Virginia City (1940)
7/10
Despite what you might think, not a sequel to DODGE CITY and features the weirdest casting choice I've seen in some time!
26 August 2006
Warning: Spoilers
This is a very good and watchable Warner Brothers Western that COULD have been a lot better if it had been a true sequel to the Flynn film, DODGE CITY. You see, just a year earlier Flynn and his two side-kicks, Alan Hale and Guinn 'Big Boy' Williams, had starred in the marvelous film DODGE CITY. At the very end, the trio (plus Olivia DeHavilland who is strangely absent from this next film) agree at the film's conclusion to leave Dodge City and move to Virginia City to bring the town law and order. Well, here there are again but the plot and characters have been changed so much it really isn't a sequel--even though it was announced as one in the previous film. It really looks like the writers never even saw the other film or read the script, as this time Errol and his buddies are not ex-Confederate soldiers, but Union spies! However, the mood and tempo of the two films are awfully similar. In fact, they are so similar that it is very, very easy to mix them up in your mind. As just one example, both feature a cute little boy in a "dead meat" role. In other words, they are nice kids who ultimately MUST be killed because that is part of the Hollywood formula. Apart from a small age difference, the two boys look almost exactly the same. The films also feature lawless towns and the same fearless trio who arrive to clean it up and do good. And, most of the rest of the actors are identical and play very, very similar parts!

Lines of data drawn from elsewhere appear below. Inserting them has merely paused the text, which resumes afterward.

import { footingPressureKpa } from '../stress/footing-pressure.js';
import type { PreparedFooting } from '../stress/footing-stress-contribution.js';
import type { Footing } from '../stress/footing.types.js';
import type { ConsolidatingLayer } from '../time-rate/consolidating-layer.types.js';
import { settlementTimeCurve } from '../time-rate/settlement-time-curve.js';
import { timeForPrimaryShare } from '../time-rate/time-for-primary-share.js';
import { footingPairResults } from './footing-pair-results.js';
import { prepareSettlementModel, type SettlementModel } from './prepare-settlement-model.js';
import { settlementAtPoint } from './settlement-at-point.js';
import type { FootingSettlementResult, PointSettlement, SettlementCheckInput, SettlementCheckResult } from './settlement-check.types.js';

const DEFAULT_SUBLAYER_MAX_THICKNESS_M = 0.5;
const DEFAULT_DESIGN_LIFE_YEARS = 50;
const DEFAULT_END_OF_PRIMARY_SHARE = 0.95;
const DEFAULT_DESIGN_ANGULAR_DISTORTION = 1 / 500;

const CAUTION =
  'These are engineering calculations for review by a qualified geotechnical engineer. They depend on sample quality, test procedure and the ground model, and do not replace site-specific judgement, local codes or licensed sign-off.';

/**
 * The settlement check of a group of shallow footings on a layered profile:
 * for each footing, immediate settlement (layered Steinbrenner), primary
 * consolidation per sublayer (Terzaghi's e–log σ′, all three cases) under the
 * stress of the footing and — unless switched off — its neighbours (Boussinesq
 * superposition or 2V:1H), secondary compression over the design life from Cα,
 * the settlement–time curve from Terzaghi's U(Tv) per clay layer, and for each
 * pair of footings the differential settlement and angular distortion judged
 * against Bjerrum (1963) and Skempton & MacDonald (1956).
 *
 * Headline numbers are at each footing's centre; the corners are evaluated too
 * unless evaluationPoints is 'centre'. The result is plain data: it records the
 * method, every layer parameter used, per-sublayer rows and every warning.
 *
 * @param input profile, footings (m, kN or kPa) and options (see SettlementCheckOptions)
 * @returns the check result, serialisable as JSON
 * @throws RangeError('runSettlementCheck requires …') for an invalid profile, footing or option
 * @example runSettlementCheck({ profile, footings: [{ id: 'F1', xM: 0, yM: 0, widthM: 2, lengthM: 2, depthM: 1, loadKn: 800 }] }).footings[0].totalM
 */
export function runSettlementCheck(input: SettlementCheckInput): SettlementCheckResult {
  const caller = 'runSettlementCheck';
  const options = input.options ?? {};
  if (options.sublayerCount !== undefined && options.sublayerMaxThicknessM !== undefined) {
    throw new RangeError(`${caller} requires either sublayerCount or sublayerMaxThicknessM, not both`);
  }
  const spacing =
    options.sublayerCount !== undefined ? { count: options.sublayerCount } : { maxThicknessM: options.sublayerMaxThicknessM ?? DEFAULT_SUBLAYER_MAX_THICKNESS_M };
  const designLifeYears = options.designLifeYears ?? DEFAULT_DESIGN_LIFE_YEARS;
  const endOfPrimaryShare = options.endOfPrimaryShare ?? DEFAULT_END_OF_PRIMARY_SHARE;
  const designAngularDistortion = options.designAngularDistortion ?? DEFAULT_DESIGN_ANGULAR_DISTORTION;
  const includeNeighbours = options.includeNeighbours ?? true;
  const stressMethod = options.stressMethod ?? 'boussinesq';
  if (!(designLifeYears > 0) || !Number.isFinite(designLifeYears)) throw new RangeError(`${caller} requires a finite designLifeYears > 0`);
  if (!(endOfPrimaryShare > 0 && endOfPrimaryShare < 1)) throw new RangeError(`${caller} requires endOfPrimaryShare strictly between 0 and 1`);
  if (!(designAngularDistortion > 0)) throw new RangeError(`${caller} requires designAngularDistortion > 0`);
  if (options.totalSettlementLimitM !== undefined && !(options.totalSettlementLimitM > 0)) throw new RangeError(`${caller} requires totalSettlementLimitM > 0`);
  if (options.timesYears !== undefined && !options.timesYears.every((t) => t >= 0 && Number.isFinite(t))) throw new RangeError(`${caller} requires every time in timesYears to be finite and >= 0`);
  if (stressMethod !== 'boussinesq' && stressMethod !== '2to1') throw new RangeError(`${caller} requires stressMethod 'boussinesq' or '2to1'`);

  const model = prepareSettlementModel(input.profile, spacing, endOfPrimaryShare, caller);
  const prepared = prepareFootings(input.footings, model, caller);
  const notes = methodNotes(stressMethod, includeNeighbours);
  const footings = prepared.map((footing, ownIndex) =>
    footingResult({ model, prepared, ownIndex, source: input.footings[ownIndex], stressMethod, includeNeighbours, designLifeYears, options }),
  );
  const pairs = footingPairResults(footings, designAngularDistortion, options.pairMaxDistanceM);
  return {
    method: { stressMethod, includeNeighbours, sublayerSpacing: spacing, designLifeYears, endOfPrimaryShare, designAngularDistortion, notes },
    layers: model.layers,
    footings,
    pairs,
    warnings: [...model.warnings],
    caution: CAUTION,
  };
}

function prepareFootings(footings: readonly Footing[], model: SettlementModel, caller: string): PreparedFooting[] {
  if (footings.length === 0) throw new RangeError(`${caller} requires at least one footing`);
  const ids = new Set<string>();
  return footings.map((footing) => {
    if (ids.has(footing.id)) throw new RangeError(`${caller} requires unique footing ids (${footing.id} repeats)`);
    ids.add(footing.id);
    if (!Number.isFinite(footing.xM) || !Number.isFinite(footing.yM)) throw new RangeError(`${caller} requires finite xM and yM (footing ${footing.id})`);
    if (!(footing.depthM >= 0) || !(footing.depthM < model.profileBottomM)) {
      throw new RangeError(`${caller} requires depthM >= 0 and above the bottom of the profile (footing ${footing.id})`);
    }
    const pressureKpa = footingPressureKpa(footing);
    if (!(pressureKpa >= 0)) throw new RangeError(`${caller} requires a load or pressure >= 0 (footing ${footing.id}); uplift is outside this check`);
    return { id: footing.id, xM: footing.xM, yM: footing.yM, widthM: footing.widthM, lengthM: footing.lengthM, depthM: footing.depthM, pressureKpa };
  });
}

interface FootingResultInput {
  readonly model: SettlementModel;
  readonly prepared: readonly PreparedFooting[];
  readonly ownIndex: number;
  readonly source: Footing | undefined;
  readonly stressMethod: 'boussinesq' | '2to1';
  readonly includeNeighbours: boolean;
  readonly designLifeYears: number;
  readonly options: NonNullable<SettlementCheckInput['options']>;
}

function footingResult(input: FootingResultInput): FootingSettlementResult {
  const { model, prepared, ownIndex, stressMethod, includeNeighbours, designLifeYears, options } = input;
  const footing = prepared[ownIndex];
  if (footing === undefined) throw new RangeError('runSettlementCheck requires a consistent footing list');
  const at = (xM: number, yM: number, withSublayers: boolean) =>
    settlementAtPoint({ model, footings: prepared, ownIndex, xM, yM, method: stressMethod, includeNeighbours, designLifeYears, withSublayers });
  const centre = at(footing.xM, footing.yM, true);
  const halfWidthM = footing.widthM / 2;
  const halfLengthM = footing.lengthM / 2;
  const corners: Array<[PointSettlement['label'], number, number]> =
    options.evaluationPoints === 'centre'
      ? []
      : [
          ['corner-x-y-', -halfWidthM, -halfLengthM],
          ['corner-x+y-', halfWidthM, -halfLengthM],
          ['corner-x-y+', -halfWidthM, halfLengthM],
          ['corner-x+y+', halfWidthM, halfLengthM],
        ];
  const points: PointSettlement[] = [
    { label: 'centre', xM: footing.xM, yM: footing.yM, immediateM: centre.immediateM, primaryM: centre.primaryM, secondaryM: centre.secondaryM, totalM: centre.totalM },
    ...corners.map(([label, dx, dy]) => {
      const point = at(footing.xM + dx, footing.yM + dy, false);
      return { label, xM: footing.xM + dx, yM: footing.yM + dy, immediateM: point.immediateM, primaryM: point.primaryM, secondaryM: point.secondaryM, totalM: point.totalM };
    }),
  ];
  const consolidating: ConsolidatingLayer[] = [];
  for (const [layerIndex, primarySettlementM] of centre.primaryByLayer) {
    const layer = model.layers[layerIndex];
    if (layer === undefined || layer.cvM2PerYr === null || layer.drainageTop === null || layer.drainageBottom === null || !(primarySettlementM > 0)) continue;
    consolidating.push({
      primarySettlementM,
      thicknessM: layer.bottomDepthM - layer.topDepthM,
      cvM2PerYr: layer.cvM2PerYr,
      drainageTop: layer.drainageTop,
      drainageBottom: layer.drainageBottom,
    });
  }
  const timeCurve = settlementTimeCurve(consolidating, centre.immediateM, options.timesYears).map((point) => ({ timeYears: point.timeYears, settlementM: point.settlementM }));
  const shareTime = (share: number) => (consolidating.length === 0 ? null : timeForPrimaryShare(consolidating, share).timeYears);
  return {
    id: footing.id,
    xM: footing.xM,
    yM: footing.yM,
    widthM: footing.widthM,
    lengthM: footing.lengthM,
    depthM: footing.depthM,
    pressureKpa: footing.pressureKpa,
    loadKn: footing.pressureKpa * footing.widthM * footing.lengthM,
    immediateM: centre.immediateM,
    primaryM: centre.primaryM,
    secondaryM: centre.secondaryM,
    totalM: centre.totalM,
    points,
    sublayers: centre.sublayers,
    primaryByLayer: [...centre.primaryByLayer].map(([layerIndex, primarySettlementM]) => ({ layerIndex, primarySettlementM })),
    timeCurve,
    timeTo50PercentYears: shareTime(0.5),
    timeTo90PercentYears: shareTime(0.9),
    withinTotalLimit: options.totalSettlementLimitM === undefined ? null : centre.totalM <= options.totalSettlementLimitM,
  };
}

function methodNotes(stressMethod: 'boussinesq' | '2to1', includeNeighbours: boolean): string[] {
  const notes = [
    'Stresses below each footing base; footings are flexible and loaded by the given net pressure.',
    'Primary settlement per sublayer from Cc, Cs, e0 and σ′p at mid-depth (Terzaghi, e–log σ′).',
    'Immediate settlement from Steinbrenner’s factors over the layers with E and ν, without a depth (Fox) reduction.',
    'Secondary compression from Cα over the design life, starting at the end of primary consolidation; Cα·Cs/Cc where a sublayer stays overconsolidated (Mesri & Godlewski 1977).',
  ];
  if (stressMethod === '2to1') notes.push('The 2V:1H method spreads the load uniformly, so corner and centre values of a footing alone do not differ; use Boussinesq for differential settlement within a footing.');
  if (!includeNeighbours) notes.push('Neighbouring footings are ignored: each footing is checked alone.');
  return notes;
}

So, here is an easy way to distinguish them--DODGE CITY is filmed in gorgeous Technicolor and VIRGINIA CITY features Humphrey Bogart as a swarthy Mexican bandit!!! Oh, and by the way, Bogart as a Mexican actually is a lot worse than it sounds!! When it comes to stupid casting decisions, this SHOULD rank up there with John Wayne as Genghis Khan or Katherine Hepburn as a Chinese woman or Liberace as a handsome leading man torn between his music and his woman, though oddly, the dumbness of this casting has mostly been forgotten over the years. Despite the movie being excellent overall, the few scenes where Bogart speaks are unintentionally hilarious.

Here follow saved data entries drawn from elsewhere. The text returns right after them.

/** One (sub)layer described by its coefficient of volume compressibility. */
export interface PrimaryConsolidationSettlementMvInput {
  /** Thickness of the (sub)layer, m (> 0). */
  readonly thicknessM: number;
  /**
   * Coefficient of volume compressibility mv = (ΔH/H1)/Δσ′ over the stress
   * range the layer will see, m²/kN (= 1/kPa; 1 m²/MN = 0.001 m²/kN), ≥ 0.
   */
  readonly mvM2PerKn: number;
  /** Vertical effective stress increase Δσ′ at mid-depth (the final excess pore pressure dissipated), kPa (≥ 0). */
  readonly stressIncreaseKpa: number;
}

/**
 * Primary consolidation settlement of one clay (sub)layer from its
 * coefficient of volume compressibility (the oedometer settlement):
 * Sc = mv·Δσ′·H.
 *
 * Assumptions: one-dimensional strain; mv measured in the oedometer over the
 * stress range from σ′0 to σ′0 + Δσ′ at this depth (mv falls as stress
 * rises, so a value from another range misstates settlement — split thick
 * layers and give mv for each); linear over that range.
 * Source: Craig's *Soil Mechanics*, ch. "Consolidation" (the oedometer
 * settlement sc = mv·Δσ′·H); Das, *Principles of Geotechnical Engineering*,
 * ch. "Compressibility of soil" (mv = av/(1 + e)).
 *
 * @param input thickness in m, mv in m²/kN, Δσ′ in kPa
 * @returns settlement in m
 * @throws RangeError for thickness ≤ 0, mv < 0, Δσ′ < 0 or non-finite input
 * @example primaryConsolidationSettlementMv({ thicknessM: 2, mvM2PerKn: 0.0003, stressIncreaseKpa: 50 }) // 0.03
 */
export function primaryConsolidationSettlementMv(input: PrimaryConsolidationSettlementMvInput): number {
  const { thicknessM, mvM2PerKn, stressIncreaseKpa } = input;
  const name = 'primaryConsolidationSettlementMv';
  if (!(thicknessM > 0) || !Number.isFinite(thicknessM)) throw new RangeError(`${name} requires a finite thicknessM > 0`);
  if (!(mvM2PerKn >= 0) || !Number.isFinite(mvM2PerKn)) throw new RangeError(`${name} requires a finite mvM2PerKn >= 0`);
  if (!(stressIncreaseKpa >= 0) || !Number.isFinite(stressIncreaseKpa)) throw new RangeError(`${name} requires a finite stressIncreaseKpa >= 0`);
  return mvM2PerKn * stressIncreaseKpa * thicknessM;
}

Now, in addition to Bogart, there is another weakness in the film and that was the casting of Miriam Hopkins as Flynn's love interest. After having seen the immensely beautiful Olivia DeHavilland in the previous film, it really was odd that they would have chosen a woman who just looked old and not particularly attractive. I know this sounds cruel, but I just couldn't see Flynn falling for her. Plus, in DODGE CITY, they fortunately never got DeHavilland to sing but passed that chore on to Ann Sheridan--a woman with a very competent voice. But Miss Hopkins sang her own songs as a bar room chanteuse and sounded pretty awful. So I assumed that the guys in the bar have been pretty drunk to enjoy having her as their host.

Now despite all these many complaints, I still gave the movie a score of 7. This is possible due to the always wonderful acting of Flynn in his prime as well as the rest of the cast. Bogart and Hopkins aside, the cast was terrific (McHugh, Hale, Williams and others) and adding Randolph Scott to the mix was a very good thing. Good old fashioned Warner Brothers fun--not to be missed by fans of the genre.